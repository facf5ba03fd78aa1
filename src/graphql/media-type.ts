/** The two types of GraphQL over HTTP. Under `legacy` a document that cannot be run is still a 200. */
export const legacy = 'application/json'
export const modern = 'application/graphql-response+json'
export type GraphqlMediaType = typeof legacy | typeof modern

/** How much a range of an Accept header wants a type; undefined where it does not match. */
function specificity(range: string, type: string): number | undefined {
  if (range === type) return 2
  if (range === 'application/*') return 1
  return range === '*/*' ? 0 : undefined
}

/**
 * The type of the answer: the one with the larger quality; at a tie `modern` only where it is named, because a client
 * that names nothing is taken for an old one. Undefined: neither is acceptable.
 */
export function negotiate(accept: string | undefined): GraphqlMediaType | undefined {
  if (accept === undefined || accept.trim() === '') return legacy
  const best = new Map<GraphqlMediaType, { specific: number; quality: number }>()
  for (const part of accept.split(',')) {
    const [range = '', ...parameters] = part.split(';').map((text) => text.trim().toLowerCase())
    const q = Number(parameters.find((text) => text.startsWith('q='))?.slice(2) ?? 1)
    const quality = Number.isFinite(q) ? q : 0
    for (const type of [legacy, modern] as const) {
      const specific = specificity(range, type)
      const before = best.get(type)
      if (specific !== undefined && (!before || specific > before.specific)) best.set(type, { specific, quality })
    }
  }
  const [old, current] = [best.get(legacy), best.get(modern)]
  const named = current && current.specific === 2 && current.quality > 0
  if (named && current.quality >= (old?.quality ?? 0)) return modern
  if (old && old.quality > 0) return legacy
  return current && current.quality > 0 ? modern : undefined
}
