import type { Office } from '../operations/office.ts'
import type { Actor } from '../operations/rights.ts'
import { type Loaders, loadersOf } from './loaders.ts'

/** What resolvers get beside their arguments. */
export type Context = {
  readonly actor: Actor
  readonly office: Office
  readonly loaders: Loaders
  readonly operationName?: string
}

export const contextOf = (office: Office, actor: Actor, operationName?: string): Context => ({
  actor,
  office,
  loaders: loadersOf(office),
  ...(operationName !== undefined && { operationName }),
})
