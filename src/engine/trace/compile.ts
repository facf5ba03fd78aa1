import { type MathNode, parse } from 'mathjs'
import { type Dimension, sameDimension, type Unit, type UnitCode, units } from '../quantities/units.ts'

/**
 * Compiles the text of a formula to a native function, and derives its dimension.
 * A whitelist of nodes and functions keeps the emitted code to arithmetic on the declared operands.
 * Operand values are scaled to the coherent set (m, kN, rad) on entry and the result back on exit.
 */

type Checked = { readonly code: string; readonly dimension: Dimension }
type Where = Readonly<Record<string, UnitCode>>

const FUNCTIONS: Readonly<Record<string, string>> = {
  min: 'Math.min',
  max: 'Math.max',
  sqrt: 'Math.sqrt',
  exp: 'Math.exp',
  log: 'Math.log',
  log10: 'Math.log10',
  sin: 'Math.sin',
  cos: 'Math.cos',
  tan: 'Math.tan',
  atan: 'Math.atan',
  tanh: 'Math.tanh',
  abs: 'Math.abs',
  ceil: 'Math.ceil',
}
const COMPARISONS = new Set(['<', '<=', '>', '>=', '=='])
const RATIO: Dimension = { length: 0, force: 0 }
const asUnit = (dimension: Dimension): Unit => ({ dimension, factor: 1 })
const equal = (a: Dimension, b: Dimension) => sameDimension(asUnit(a), asUnit(b))

class FormulaError extends Error {}
const fail = (text: string, why: string): never => {
  throw new FormulaError(`formula "${text}": ${why}`)
}

// biome-ignore lint/suspicious/noExplicitAny: mathjs node types are a union discriminated at run time by `type`
type Node = MathNode & Record<string, any>

function check(node: Node, where: Where, text: string, used: Set<string>): Checked {
  const walk = (n: MathNode): Checked => check(n as Node, where, text, used)
  switch (node.type) {
    case 'ParenthesisNode':
      return walk(node.content)
    case 'ConstantNode':
      if (typeof node.value !== 'number') fail(text, `only numbers may stand as constants, not ${node.value}`)
      return { code: String(node.value), dimension: RATIO }
    case 'SymbolNode': {
      if (node.name === 'pi') return { code: 'Math.PI', dimension: RATIO }
      const unit = where[node.name]
      if (!unit) return fail(text, `unknown symbol ${node.name}`)
      used.add(node.name)
      return { code: `$${node.name}`, dimension: units[unit].dimension }
    }
    case 'ConditionalNode': {
      const condition = walk(node.condition)
      const yes = walk(node.trueExpr)
      const no = walk(node.falseExpr)
      if (!equal(yes.dimension, no.dimension)) fail(text, 'the two branches differ in dimension')
      return { code: `(${condition.code} ? ${yes.code} : ${no.code})`, dimension: yes.dimension }
    }
    case 'FunctionNode': {
      const name: string = node.fn.name
      const js = Object.hasOwn(FUNCTIONS, name) ? FUNCTIONS[name] : undefined
      if (!js) return fail(text, `function ${name} is not allowed`)
      const args = (node.args as MathNode[]).map(walk)
      // mathjs would read further arguments (a base, a root) that the emitted code would drop.
      if (name !== 'min' && name !== 'max' && args.length > 1) fail(text, `${name} takes one argument`)
      const first = args[0] ?? fail(text, `${name} needs an argument`)
      const code = `${js}(${args.map((a) => a.code).join(', ')})`
      if (name === 'min' || name === 'max') {
        if (args.some((a) => !equal(a.dimension, first.dimension))) fail(text, `${name} compares different dimensions`)
        return { code, dimension: first.dimension }
      }
      if (name === 'abs') return { code, dimension: first.dimension }
      if (name === 'sqrt')
        return { code, dimension: { length: first.dimension.length / 2, force: first.dimension.force / 2 } }
      if (!equal(first.dimension, RATIO)) fail(text, `${name} needs a ratio`)
      return { code, dimension: RATIO }
    }
    case 'OperatorNode':
      return operator(node, where, text, used)
    default:
      return fail(text, `${node.type} is not allowed`)
  }
}

function operator(node: Node, where: Where, text: string, used: Set<string>): Checked {
  const args = node.args as Node[]
  const op: string = node.op
  if (node.implicit) {
    // "100 kPa": a quantity written in the formula. Any other implicit product would hide a slip.
    const [amount, name] = args
    const literal = amount?.type === 'ConstantNode' && name?.type === 'SymbolNode' && !(name.name in where)
    if (!literal || !(name.name in units)) return fail(text, 'write products with *')
    const unit = units[name.name as UnitCode]
    return { code: `${amount.value * unit.factor}`, dimension: unit.dimension }
  }
  const checked = args.map((a) => check(a, where, text, used))
  const [a, b] = checked
  if (!a) return fail(text, `operator ${op} without operand`)
  if (!b)
    return op === '-' ? { code: `(-${a.code})`, dimension: a.dimension } : fail(text, `operator ${op} is not allowed`)
  if (op === '+' || op === '-' || COMPARISONS.has(op)) {
    if (!equal(a.dimension, b.dimension)) fail(text, `${op} joins different dimensions`)
    return { code: `(${a.code} ${op} ${b.code})`, dimension: COMPARISONS.has(op) ? RATIO : a.dimension }
  }
  if (op === '*' || op === '/') {
    const sign = op === '*' ? 1 : -1
    const dimension = {
      length: a.dimension.length + sign * b.dimension.length,
      force: a.dimension.force + sign * b.dimension.force,
    }
    return { code: `(${a.code} ${op} ${b.code})`, dimension }
  }
  if (op === '^') {
    const code = `Math.pow(${a.code}, ${b.code})`
    if (equal(a.dimension, RATIO) && equal(b.dimension, RATIO)) return { code, dimension: RATIO }
    const exponent = Number(args[1]?.toString())
    if (!Number.isFinite(exponent)) fail(text, 'a quantity may only be raised to a constant power')
    return { code, dimension: { length: a.dimension.length * exponent, force: a.dimension.force * exponent } }
  }
  return fail(text, `operator ${op} is not allowed`)
}

export type Operands = Readonly<Record<string, { readonly value: number; readonly unit: UnitCode }>>
/** Refuses an operand whose unit is not the declared one. */
export type Misfit = (name: string, got: UnitCode) => never

/**
 * The native function of a formula: it checks the unit of each operand, then computes. Throws when the text names an unknown
 * symbol, leaves an operand unused, or does not have the declared dimension.
 */
export function compile(text: string, where: Where, unit: UnitCode, misfit: Misfit): (operands: Operands) => number {
  const used = new Set<string>()
  const { code, dimension } = check(parse(text) as Node, where, text, used)
  const names = Object.keys(where)
  const unused = names.filter((name) => !used.has(name))
  if (unused.length > 0) fail(text, `operand ${unused.join(', ')} is declared and not used`)
  if (!equal(dimension, units[unit].dimension)) {
    fail(text, `has dimension m^${dimension.length} kN^${dimension.force}, declared ${unit}`)
  }
  const scaled = (name: string) => {
    const factor = units[where[name]!].factor
    return factor === 1 ? `o.${name}.value` : `o.${name}.value * ${factor}`
  }
  const lines = names.map(
    (name) =>
      `if (o.${name}.unit !== ${JSON.stringify(where[name])}) misfit('${name}', o.${name}.unit); const $${name} = ${scaled(name)};`,
  )
  const out = units[unit].factor === 1 ? code : `(${code}) / ${units[unit].factor}`
  return new Function('misfit', `return (o) => { ${lines.join(' ')} return ${out}; }`)(misfit)
}
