import type { GraphQLError, GraphQLFormattedError } from 'graphql'
import { Problem } from '../errors.ts'

/** By name, not by class: the executor may have loaded another copy of the graphql module than this file. */
const isGraphqlError = (error: unknown): error is GraphQLError =>
  error instanceof Error && error.name === 'GraphQLError' && 'extensions' in error

/** The refusal of an operation with the code, status and pointers of the REST answer. */
export function formatProblem(problem: Problem, at: Pick<GraphQLFormattedError, 'locations' | 'path'> = {}) {
  const { code, status, message, errors } = problem
  return { message, ...at, extensions: { code, status, ...(errors.length > 0 && { errors }) } }
}

/** Suggestions ("Did you mean …?") list names of the schema; the executor writes them whatever is asked of it. */
const withoutSuggestions = (message: string) => message.replace(/ ?Did you mean [^?]*\?/g, '')

export type FormatOptions = { readonly production: boolean; readonly report: (failure: Error) => void }

/** A value that does not fit the schema on its way out is the service's own fault; an argument is the client's. */
const isClients = (error: GraphQLError) => error.path === undefined || error.message.startsWith('Argument ')

/**
 * An error as it is sent. Three kinds: a refusal of an operation; a fault of the document or its variables; anything
 * else, of which nothing is told but that it happened.
 */
export function formatError(error: Error, options: FormatOptions): GraphQLFormattedError {
  const graphqlError = isGraphqlError(error) ? error : undefined
  const cause = graphqlError?.originalError ?? error
  const { locations, path } = graphqlError?.toJSON() ?? {}
  const at = { ...(locations && { locations }), ...(path && { path }) }
  if (cause instanceof Problem) return formatProblem(cause, at)
  if (!graphqlError || !isGraphqlError(cause) || !isClients(graphqlError)) {
    options.report(cause)
    return formatProblem(new Problem('internal-error'), at)
  }
  const message = options.production ? withoutSuggestions(error.message) : error.message
  return { message, ...at, extensions: { code: codeOf(graphqlError), status: 400, ...factsOf(graphqlError) } }
}

function codeOf(error: GraphQLError): string {
  if (typeof error.extensions.code === 'string') return error.extensions.code
  if (!error.message.startsWith('Syntax Error')) return 'graphql-invalid'
  return error.message.includes('tokens. Parsing aborted') ? 'too-many-tokens' : 'graphql-syntax'
}

const factsOf = ({ extensions: { got, limit } }: GraphQLError) => (limit === undefined ? {} : { got, limit })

------------------------------------------------

→ **Assigned task**:
Every line with "formatProblem" in it should be copied from the entries above.

→ **Answer space**:
export function formatProblem(problem: Problem, at: Pick<GraphQLFormattedError, 'locations' | 'path'> = {}) {
  if (cause instanceof Problem) return formatProblem(cause, at)
    return formatProblem(new Problem('internal-error'), at)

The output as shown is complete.